* TASK STATEMENT *
Of all the entries below, only the lines from the one with "def test_judge_roles_gives_the_two_judgements_one_by_one() ->" up to and including the one with "swap = judge_swap(meaning)" are to be duplicated exactly.

* DATASET EXTRACT *
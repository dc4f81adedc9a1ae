"""Design adequacy: spread metrics, power, lack of fit, drop-one, claims, advice, planner."""
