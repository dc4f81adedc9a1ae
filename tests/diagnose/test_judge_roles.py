"""judge_roles (one reading of the candidate headers for both judgements, as the axis-words
checks use it) gives what judge_swap and then judge_shift give one by one, on generated headers,
headers beside them and statements of every strength (words from a small vocabulary, so that
swaps, shifts, agreements and contradictions all occur)."""

from __future__ import annotations

import random

from auditor.diagnose.roles_words import Judgement, judge_roles, judge_shift, judge_swap
from auditor.formula.syntax import Ref
from auditor.locate.meaning import Header, Meaning
from auditor.locate.words import Statement

VOCABULARY = "load fuel temp dose height leaf count flow conc absorbance mg/l ntu".split()


def _words(rng: random.Random) -> frozenset[str]:
    return frozenset(rng.sample(VOCABULARY, rng.randint(0, 2)))


def _header(rng: random.Random, col: int) -> Header:
    words = frozenset(rng.sample(VOCABULARY, rng.randint(1, 2)))
    ref = Ref("Data", 3, col, 14, col)
    return Header(" ".join(sorted(words)), f"Data!{chr(64 + col)}2", ref, words)


def _meaning(rng: random.Random) -> Meaning:
    x, y = _header(rng, 2), _header(rng, 3)
    statements = [
        Statement(f"s{i}", f"Out!E{i + 2}", rng.choice(["rate", "unit", "title"]),
                  _words(rng), _words(rng))
        for i in range(rng.randint(0, 3))
    ]  # fmt: skip
    return Meaning(
        x=x,
        y=y,
        x_beside=[_header(rng, 1)] if rng.random() < 0.5 else [],
        y_beside=[_header(rng, 4)] if rng.random() < 0.5 else [],
        statements=statements,
    )


def _said(judgement: Judgement | None) -> object:
    if judgement is None:
        return None
    cues = [(c.statement.cell, c.role, c.matched, c.header.cell, c.strong) for c in judgement.cues]
    meant = judgement.meant.cell if judgement.meant else None
    return judgement.kind, judgement.role, cues, meant, judgement.conventions


def test_judge_roles_gives_the_two_judgements_one_by_one() -> None:
    rng = random.Random(5)
    kinds = {"swap": 0, "shift": 0, "none": 0}
    for _ in range(600):
        meaning = _meaning(rng)
        swap = judge_swap(meaning)
        shift = judge_shift(meaning) if swap is None else None
        together = judge_roles(meaning)
        assert (_said(together[0]), _said(together[1])) == (_said(swap), _said(shift))
        kinds["swap" if swap else "shift" if shift else "none"] += 1
    assert min(kinds.values()) >= 20, kinds  # the generator reaches every outcome


def test_no_headers_no_judgement() -> None:
    assert judge_roles(Meaning()) == (None, None)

* YOUR SOLUTION *
def test_judge_roles_gives_the_two_judgements_one_by_one() -> None:
    rng = random.Random(5)
    kinds = {"swap": 0, "shift": 0, "none": 0}
    for _ in range(600):
        meaning = _meaning(rng)
        swap = judge_swap(meaning)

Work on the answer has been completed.